• Your goal:
Should a line below contain the word "range", report it.

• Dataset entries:
class AgainstScriptedServer(unittest.TestCase):
    def server(self, script=()):
        srv = ScriptedServer(script)
        self.addCleanup(srv.stop)
        return srv

    def logger(self, url, **kw):
        kw.setdefault("flush_interval", 3600.0)     # only full batches and flush() send
        log = concord_client.Logger(url, "grader/α", **kw)
        self.addCleanup(log.close, HANG_GUARD)
        return log

    def test_batches_gzip_headers_and_counts(self):
        srv = self.server()
        log = self.logger(srv.url, token="s3cret", batch_size=10)
        sent = invented_events(25)
        for eid, probs, ts, label in sent:
            log.log(eid, probs, ts=ts, label=label, segment="line-1")
        self.assertTrue(log.flush(HANG_GUARD))
        reqs = srv.requests
        self.assertEqual([r["body"].count(b"\n") for r in reqs], [10, 10, 5])
        for r in reqs:
            self.assertEqual(r["path"], "/v1/models/grader%2F%CE%B1/events")
            h = {k.lower(): v for k, v in r["headers"].items()}
            self.assertEqual(h["content-type"], "application/x-ndjson")
            self.assertEqual(h["content-encoding"], "gzip")
            self.assertEqual(h["authorization"], "Bearer s3cret")
            self.assertEqual(gzip.decompress(r["raw"]), r["body"])   # RFC 1952 member
        # the decoded bodies are exactly the events logged, in order
        expected = [json.loads(events.encode_event(e, p, t, l, "line-1")) for e, p, t, l in sent]
        self.assertEqual(lines_of(reqs), expected)
        st = log.stats()
        self.assertEqual((st["logged"], st["accepted"], st["batches"], st["dropped"], st["failed"]),
                         (25, 25, 3, 0, 0))

    def test_numpy_arrays_arrive_exactly(self):
        try:
            import numpy as np
        except ImportError:
            self.skipTest("numpy is not installed (Debian: python3-numpy)")
        srv = self.server()
        log = self.logger(srv.url)
        rng = np.random.default_rng(3)
        arrays = []
        for i in range(20):
            a = rng.dirichlet(np.ones(6), size=5).astype(np.float32 if i % 2 else np.float64)
            arrays.append(a)
            log.log("np-%d" % i, a, ts=np.int64(1764547200 + i), label=np.int32(i % 6))
        self.assertTrue(log.flush(HANG_GUARD))
        got = lines_of(srv.requests)
        for a, line in zip(arrays, got):
            # the JSON numbers parse back to the very same floats (float32 or float64)
            self.assertEqual(np.array(line["probs"], dtype=a.dtype).tobytes(), a.tobytes())
        self.assertEqual([l["label"] for l in got], [i % 6 for i in range(20)])
        self.assertEqual(got[19]["ts"], 1764547219)

    def test_interval_sends_without_flush(self):
        srv = self.server()
        log = self.logger(srv.url, batch_size=1000, flush_interval=0.05)
        log.log("a", P, ts=1764547200)
        deadline = time.monotonic() + HANG_GUARD
        while not srv.requests and time.monotonic() < deadline:
            time.sleep(0.02)
        self.assertEqual(len(srv.requests), 1, "no batch sent after flush_interval")

    def test_token_from_environment(self):
        srv = self.server()
        old = os.environ.get("CONCORD_TOKEN")
        os.environ["CONCORD_TOKEN"] = "from-env"
        try:
            log = self.logger(srv.url)
        finally:
            if old is None:
                del os.environ["CONCORD_TOKEN"]
            else:
                os.environ["CONCORD_TOKEN"] = old
        log.log("a", P, ts=1764547200)
        log.flush(HANG_GUARD)
        self.assertEqual(srv.requests[0]["headers"]["Authorization"], "Bearer from-env")

    def test_429_and_503_then_200(self):
        srv = self.server([(429, {"Retry-After": "1"}, {"error": {"status": 429, "message": "queue full"}}),
                           (503, {}, {"error": {"status": 503, "message": "starting"}})])
        log = self.logger(srv.url, backoff_base=0.01, backoff_cap=0.05)
        for eid, probs, ts, label in invented_events(5):
            log.log(eid, probs, ts=ts)
        t0 = time.monotonic()
        self.assertTrue(log.flush(HANG_GUARD))
        reqs = srv.requests
        self.assertEqual(len(reqs), 3)
        self.assertEqual(reqs[0]["body"], reqs[1]["body"])
        self.assertEqual(reqs[1]["body"], reqs[2]["body"])
        st = log.stats()
        self.assertEqual((st["retries"], st["accepted"], st["failed"]), (2, 5, 0))
        # the first wait honours Retry-After: 1 (RFC 9110 §10.2.3), the second is jitter
        # below the cap of 0.05 s
        self.assertGreaterEqual(log._waits[0], 1.0)
        self.assertLessEqual(log._waits[1], 0.05)
        self.assertGreaterEqual(time.monotonic() - t0, 1.0)

    def test_gives_up_after_max_attempts(self):
        srv = self.server([(503, {}, None)] * 3)
        log = self.logger(srv.url, max_attempts=3, backoff_base=0.001, backoff_cap=0.002)
        log.log("a", P, ts=1764547200)
        self.assertTrue(log.flush(HANG_GUARD))
        st = log.stats()
        self.assertEqual((len(srv.requests), st["retries"], st["failed"], st["accepted"]), (3, 2, 1, 0))
        self.assertIn("HTTP 503", log.last_error)

    def test_permanent_errors_are_not_retried(self):
        for status in (400, 401, 403, 404, 415):
            with self.subTest(status=status):
                srv = self.server([(status, {}, {"error": {"status": status, "message": "no %d" % status}})])
                log = self.logger(srv.url, backoff_base=0.001)
                log.log("a", P, ts=1764547200)
                with self.assertLogs("concord_client", "WARNING") as logs:
                    self.assertTrue(log.flush(HANG_GUARD))
                self.assertEqual(logs.output, ["WARNING:concord_client:concord logger gave up "
                                               "on 1 lines: HTTP %d: no %d" % (status, status)])
                self.assertEqual(len(srv.requests), 1)
                self.assertEqual(log.stats()["failed"], 1)
                self.assertEqual(log.last_error, "HTTP %d: no %d" % (status, status))

    def test_413_splits_the_batch(self):
        srv = self.server([(413, {}, None), (413, {}, None)])
        log = self.logger(srv.url)
        for i in range(8):
            log.log("e%d" % i, P, ts=1764547200)
        self.assertTrue(log.flush(HANG_GUARD))
        sizes = [r["body"].count(b"\n") for r in srv.requests]
        self.assertEqual(sizes, [8, 4, 2, 2, 4])
        self.assertEqual([l["id"] for l in lines_of(srv.requests[2:])], ["e%d" % i for i in range(8)])
        self.assertEqual(log.stats()["accepted"], 8)

    def test_rejects_are_counted_and_kept(self):
        answer = {"accepted": 1, "duplicates": 1, "rejected": 1, "labels_set": 0, "labels_pending": 0,
                  "rejects": [{"line": 3, "reason": "probs: 2 members, model has 3"}],
                  "rejects_truncated": False, "committed": True}
        srv = self.server([(200, {}, answer)])
        log = self.logger(srv.url)
        for i in range(3):
            log.log("e%d" % i, P, ts=1764547200)
        log.flush(HANG_GUARD)
        st = log.stats()
        self.assertEqual((st["accepted"], st["duplicates"], st["rejected"]), (1, 1, 1))
        self.assertEqual(log.last_rejects[0]["reason"], "probs: 2 members, model has 3")
        self.assertEqual(json.loads(log.last_rejects[0]["line"])["id"], "e2")

    def test_labels_go_to_their_endpoint_after_their_events(self):
        srv = self.server()
        log = self.logger(srv.url)
        log.log("a", P, ts=1764547200)
        log.label("a", 2)
        log.label("b", "cull")
        log.log("c", P, ts=1764547200)
        log.flush(HANG_GUARD)
        got = [(r["path"].rsplit("/", 1)[1], r["body"]) for r in srv.requests]
        self.assertEqual([g[0] for g in got], ["events", "labels", "events"])
        self.assertEqual([json.loads(l) for l in got[1][1].splitlines()],
                         [{"id": "a", "label": 2}, {"id": "b", "label": "cull"}])
        with self.assertRaises(ValueError):
            log.label("a", 3)            # K = 3 classes here

    def test_https_with_own_certificate_authority(self):
        tmp = tempfile.mkdtemp(prefix="concord-py-tls-")
        self.addCleanup(shutil.rmtree, tmp)
        cert, key = self_signed(tmp)
        srv = ScriptedServer(tls=(cert, key))
        self.addCleanup(srv.stop)
        # not trusted by the system: refused at once, not retried
        log = self.logger(srv.url, backoff_base=0.001)
        log.log("a", P, ts=1764547200)
        self.assertTrue(log.flush(HANG_GUARD))
        self.assertEqual((log.stats()["failed"], log.stats()["retries"]), (1, 0))
        self.assertIn("TLS certificate", log.last_error)
        # trusted through cafile=
        log = self.logger(srv.url, cafile=cert)
        log.log("b", P, ts=1764547200)
        self.assertTrue(log.flush(HANG_GUARD))
        self.assertEqual(log.stats()["accepted"], 1, log.last_error)
        self.assertEqual([l["id"] for l in lines_of(srv.requests)], ["b"])
        srv.answer_get(200, {}, b'{"models": [{"name": "m", "members": ["x"], "classes": ["a", "b"]}]}')
        self.assertEqual(concord_client.list_models(srv.url, cafile=cert)[0]["name"], "m")

    def test_unreachable_server_is_retried_then_given_up(self):
        srv = self.server()
        url = srv.url
        srv.stop()                       # nothing listens there now
        log = self.logger(url, max_attempts=2, backoff_base=0.001, timeout=5)
        log.log("a", P, ts=1764547200)
        self.assertTrue(log.flush(HANG_GUARD))
        self.assertEqual(log.stats()["failed"], 1)
        self.assertIn("no answer from", log.last_error)
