"""Early checks of log()'s arguments: malformed events raise in the caller."""

import datetime
import json
import math
import unittest

from concord_client import events


class ProbsChecks(unittest.TestCase):
    def test_good_matrix_passes_as_floats(self):
        rows = events.check_probs([[0.25, 0.75], [1, 0]])
        self.assertEqual(rows, [[0.25, 0.75], [1.0, 0.0]])
        self.assertIsInstance(rows[1][0], float)

    def test_refusals_name_the_fault(self):
        cases = [
            ([[0.5, math.nan]], "probs[0][1] is nan"),
            ([[0.5, 0.5], [math.inf, 0.0]], "probs[1][0] is inf"),
            ([[1.2, -0.2]], "outside [0, 1]"),
            ([[0.5, 0.4]], "sums to 0.9"),
            ([[0.5, 0.5], [0.2, 0.3, 0.5]], "probs[1] has 3 classes but probs[0] has 2"),
            ([[1.0]], "1 classes; 2..256"),
            ([], "0 members"),
            ([[0.5, "0.5"]], "not a number"),
            ([[True, False]], "not a number"),
            ("0.5,0.5", "list of members"),
            ([0.5, 0.5], "not a row"),
            ([[1.0 / 65] * 65] * 65, "65 members"),
        ]
        for probs, words in cases:
            with self.subTest(probs=str(probs)[:40]):
                with self.assertRaises(ValueError) as cm:
                    events.check_probs(probs)
                self.assertIn(words, str(cm.exception))

    def test_row_sum_tolerance_is_concords(self):
        # README "Input format": each row sums to 1 within 1e-3
        events.check_probs([[0.5, 0.5009]])
        with self.assertRaises(ValueError):
            events.check_probs([[0.5, 0.5011]])

    def test_logits_any_finite_numbers(self):
        self.assertEqual(events.check_logits([[3, -1.5], [0, 40]]), [[3.0, -1.5], [0.0, 40.0]])
        with self.assertRaises(ValueError) as cm:
            events.check_logits([[1.0, math.inf]])
        self.assertIn("logits[0][1] is inf", str(cm.exception))

    def test_shape_fixed_by_the_logger(self):
        with self.assertRaises(ValueError) as cm:
            events.check_probs([[0.5, 0.5]], shape=(2, 2))
        self.assertIn("1 x 2 but this logger's events are 2 x 2", str(cm.exception))


class OtherFields(unittest.TestCase):
    def test_ids(self):
        self.assertEqual(events.check_id("é" * 64), "é" * 64)   # 128 bytes
        for bad, err in (("", ValueError), ("x" * 129, ValueError), ("a\0b", ValueError),
                         (17, TypeError), ("\ud800", ValueError)):
            with self.subTest(bad=bad):
                self.assertRaises(err, events.check_id, bad)

    def test_timestamps(self):
        now = 1764547200.5
        self.assertEqual(events.check_ts(None, now), now)
        self.assertEqual(events.check_ts(1764547200.0, now), 1764547200)
        aware = datetime.datetime(2025, 12, 1, 1, 0, tzinfo=datetime.timezone(datetime.timedelta(hours=1)))
        self.assertEqual(events.check_ts(aware, now), 1764547200)
        self.assertEqual(events.check_ts("2025-12-01T00:00:00Z", now), "2025-12-01T00:00:00Z")
        with self.assertRaises(ValueError):
            events.check_ts(datetime.datetime(2025, 12, 1), now)      # naive
        with self.assertRaises(ValueError) as cm:
            events.check_ts(1764547200000, now)                       # milliseconds
        self.assertIn("not milliseconds", str(cm.exception))
        for bad in (math.nan, True, [1]):
            with self.subTest(bad=bad):
                self.assertRaises((ValueError, TypeError), events.check_ts, bad, now)

    def test_labels(self):
        self.assertEqual(events.check_label(3, 4), 3)
        self.assertEqual(events.check_label("extra", 4), "extra")
        self.assertRaises(ValueError, events.check_label, 4, 4)
        self.assertRaises(ValueError, events.check_label, -1, 4)
        self.assertRaises(TypeError, events.check_label, True, 4)
        self.assertRaises(TypeError, events.check_label, 1.0, 4)

    def test_encoded_line_is_one_json_object(self):
        line = events.encode_event("a\n\"b", [[0.25, 0.75]], 1764547200, 1, "line-3", "m")
        self.assertTrue(line.endswith(b"\n"))
        self.assertEqual(line.count(b"\n"), 1)
        self.assertEqual(json.loads(line), {"id": "a\n\"b", "ts": 1764547200, "model": "m",
                                            "segment": "line-3", "probs": [[0.25, 0.75]],
                                            "label": 1})
        self.assertEqual(json.loads(events.encode_label("x", "extra")), {"id": "x", "label": "extra"})


class NumpyInput(unittest.TestCase):
    def setUp(self):
        try:
            import numpy
        except ImportError:
            self.skipTest("numpy is not installed (Debian: python3-numpy)")
        self.np = numpy

    def test_float32_matrix_is_taken_exactly(self):
        np = self.np
        a = np.array([[0.1, 0.7, 0.2], [0.3, 0.3, 0.4]], dtype=np.float32)
        rows = events.check_probs(a)
        # each value is the float32's exact value as a Python float
        self.assertEqual(rows, [[float(v) for v in r] for r in a])
        self.assertEqual(np.array(rows, dtype=np.float32).tobytes(), a.tobytes())

    def test_numpy_nan_and_shapes_refused(self):
        np = self.np
        with self.assertRaises(ValueError):
            events.check_probs(np.array([[0.5, np.nan]]))
        with self.assertRaises(ValueError) as cm:
            events.check_probs(np.ones((2, 2, 2)) / 2)
        self.assertIn("2-dimensional", str(cm.exception))
        self.assertEqual(events.check_probs(np.array([[1, 0]], dtype=np.int64)), [[1.0, 0.0]])

    def test_list_of_numpy_rows(self):
        np = self.np
        rows = events.check_probs([np.array([0.5, 0.5]), np.array([0.25, 0.75])])
        self.assertEqual(rows, [[0.5, 0.5], [0.25, 0.75]])


if __name__ == "__main__":
    unittest.main()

• Solution:
        for i in range(20):
        self.assertEqual([l["label"] for l in got], [i % 6 for i in range(20)])
        for i in range(8):
        self.assertEqual([l["id"] for l in lines_of(srv.requests[2:])], ["e%d" % i for i in range(8)])
        for i in range(3):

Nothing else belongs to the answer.